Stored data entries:
#####

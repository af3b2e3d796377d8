// One writer per output folder, and nothing left behind by one that stopped: a lock file
// beside the folder holding the writer's pid (a dead writer's lock is taken over), scratch
// and temporary files of dead writers cleared, and SIGINT/SIGTERM running the cleanups of
// the writes in progress before the signal takes its usual course.
import fs from 'node:fs';
import path from 'node:path';
import { OfframpError } from '../errors.js';

/** Is a process with this pid running? (EPERM: it runs under another user.) */
export function alive(pid: number): boolean {
  if (!Number.isSafeInteger(pid) || pid <= 0) return false;
  try { process.kill(pid, 0); return true; } catch (e) { return (e as NodeJS.ErrnoException).code === 'EPERM'; }
}

const readPid = (file: string): number | undefined => {
  let t: string;
  try { t = fs.readFileSync(file, 'utf8').trim(); } catch { return undefined; }
  return /^\d+$/.test(t) ? Number(t) : 0;
};

const ioError = (e: unknown, file: string) => new OfframpError('io', `cannot write: ${(e as Error).message}`, file);

/** The scratch folder a build of `dir` works in, beside it. */
export const scratchOf = (dir: string, pid = process.pid) => `${path.resolve(dir)}.partial-${pid}`;
export const lockOf = (dir: string) => `${path.resolve(dir)}.lock`;

export interface FolderLock { file: string; release(): void }

/**
 * Place `lock` holding our pid; false if it exists. A complete file (pid inside) is hard-linked
 * into place, so the lock never exists empty and the link fails atomically when another writer got
 * there first (as O_EXCL would). Where the file system has no hard links (FAT, some network
 * mounts), O_EXCL itself, the pid written right after.
 */
function place(mine: string, lock: string): boolean {
  try { fs.linkSync(mine, lock); return true; } catch (e) {
    const code = (e as NodeJS.ErrnoException).code;
    if (code === 'EEXIST') return false;
    if (!['EPERM', 'ENOTSUP', 'EOPNOTSUPP', 'ENOSYS'].includes(code ?? '')) throw ioError(e, lock);
  }
  let fd: number;
  try { fd = fs.openSync(lock, 'wx'); } catch (e) {
    if ((e as NodeJS.ErrnoException).code === 'EEXIST') return false;
    throw ioError(e, lock);
  }
  try { fs.writeSync(fd, `${process.pid}\n`); } finally { fs.closeSync(fd); }
  return true;
}

/** A lock still empty: its writer is between O_EXCL and writing its pid, unless that was long ago. */
const fresh = (file: string) => { try { return Date.now() - fs.statSync(file).mtimeMs < 10_000; } catch { return false; } };

/** Take the lock of `dir`, or refuse if a live process holds it. */
export function lockFolder(dir: string): FolderLock {
  const lock = lockOf(dir);
  const mine = `${lock}.${process.pid}`;
  try {
    fs.mkdirSync(path.dirname(lock), { recursive: true });
    fs.writeFileSync(mine, `${process.pid}\n`);
  } catch (e) { throw ioError(e, lock); }
  try {
    for (let attempt = 0; !place(mine, lock); attempt++) {
      const pid = readPid(lock);
      if (attempt >= 5 || (pid !== undefined && (alive(pid) || (pid === 0 && fresh(lock))))) throw busy(dir, pid);
      if (pid !== undefined) takeOver(lock, mine, pid, dir);
    }
  } finally { fs.rmSync(mine, { force: true }); }
  return {
    file: lock,
    release: () => { if (readPid(lock) === process.pid) fs.rmSync(lock, { force: true }); },
  };
}

const busy = (dir: string, pid: number | undefined) =>
  new OfframpError('io', `another offramp${pid ? ` (pid ${pid})` : ''} is writing this folder; run again when it has finished`, dir);

/**
 * Remove the lock of a dead writer. A second lock file (the breaker) makes the check and the
 * removal one step, so two processes taking over at once cannot remove each other's fresh lock.
 */
function takeOver(lock: string, mine: string, stale: number, dir: string): void {
  const breaker = `${lock}.break`;
  if (!place(mine, breaker)) {
    const pid = readPid(breaker);
    if (pid !== undefined && alive(pid)) throw busy(dir, pid);
    fs.rmSync(breaker, { force: true }); // its taker died mid-way
    return;
  }
  try { if (readPid(lock) === stale) fs.rmSync(lock, { force: true }); } finally { fs.rmSync(breaker, { force: true }); }
}

const TEMP = /^\..+\.(\d+)\.\d+\.tmp$/;

/**
 * Clear what writers of `dir` that no longer run left behind: their scratch folders beside
 * it, their temporary files in it (`util/atomic.ts` names them with the pid), their lock files.
 */
export function clearStale(dir: string): void {
  const abs = path.resolve(dir), parent = path.dirname(abs), base = path.basename(abs);
  const dead = (pid: string) => pid !== String(process.pid) && !alive(Number(pid));
  let beside: string[] = [];
  try { beside = fs.readdirSync(parent); } catch { return; }
  for (const f of beside) {
    const m = f.startsWith(base) ? /^\.partial-(\d+)$|^\.lock\.(\d+)$/.exec(f.slice(base.length)) : null;
    if (m && dead(m[1] ?? m[2])) fs.rmSync(path.join(parent, f), { recursive: true, force: true });
  }
  let inside: string[] = [];
  try { inside = fs.readdirSync(abs); } catch { return; }
  for (const f of inside) {
    const m = TEMP.exec(f);
    if (m && dead(m[1])) fs.rmSync(path.join(abs, f), { force: true });
  }
}

// ── cleanups on SIGINT / SIGTERM ───────────────────────────────────────────

const cleanups = new Set<() => void>();
const SIGNALS = ['SIGINT', 'SIGTERM'] as const;
let installed = false;

function onSignal(sig: NodeJS.Signals): void {
  for (const c of [...cleanups].reverse()) { try { c(); } catch { /* the others still run */ } }
  cleanups.clear();
  // With no other listener, the signal ends the process as it would have without us.
  if (process.listeners(sig).every((l) => l === onSignal)) {
    for (const s of SIGNALS) process.removeListener(s, onSignal);
    installed = false;
    process.kill(process.pid, sig);
  }
}

/**
 * Run `cleanup` if SIGINT or SIGTERM arrives before the returned function is called. The
 * handlers, once installed, stay: a signal that arrives during a synchronous step (a commit
 * of renames) is handled after it, and must still end the process then, not be lost; with
 * nothing to clean up, the handler passes the signal on to its usual course.
 */
export function onInterrupt(cleanup: () => void): () => void {
  if (!installed) { for (const s of SIGNALS) process.on(s, onSignal); installed = true; }
  cleanups.add(cleanup);
  return () => { cleanups.delete(cleanup); };
}

/**
 * Hold the lock of `dir` for `work` (sync or async), after clearing dead writers' leftovers.
 * `cleanup` (removing scratch) runs when the work ends however it ends, SIGINT/SIGTERM
 * included, and the lock is released after it.
 */
export function withFolder<T>(dir: string, work: () => T, cleanup: () => void = () => {}): T {
  const lock = lockFolder(dir);
  const all = () => { try { cleanup(); } finally { lock.release(); } };
  const off = onInterrupt(all);
  // A signal that arrived during a synchronous step is still pending: one more turn of the event
  // loop (the immediate) lets its handler run, where an idle loop would end the process first.
  const done = () => { off(); all(); setImmediate(() => {}); };
  let r: T;
  try {
    clearStale(dir);
    r = work();
  } catch (e) { done(); throw e; }
  if (r instanceof Promise) return r.finally(done) as T;
  done();
  return r;
}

#####

# Exercise directions:
Please give again the lines above between the line holding "let inside: string[] = [];" and the line holding "SIGINT / SIGTERM ───────────────────────────────────────────", inclusive, exactly as they are and with nothing added.

# Result of the task:
  let inside: string[] = [];
  try { inside = fs.readdirSync(abs); } catch { return; }
  for (const f of inside) {
    const m = TEMP.exec(f);
    if (m && dead(m[1])) fs.rmSync(path.join(abs, f), { force: true });
  }
}

// ── cleanups on SIGINT / SIGTERM ───────────────────────────────────────────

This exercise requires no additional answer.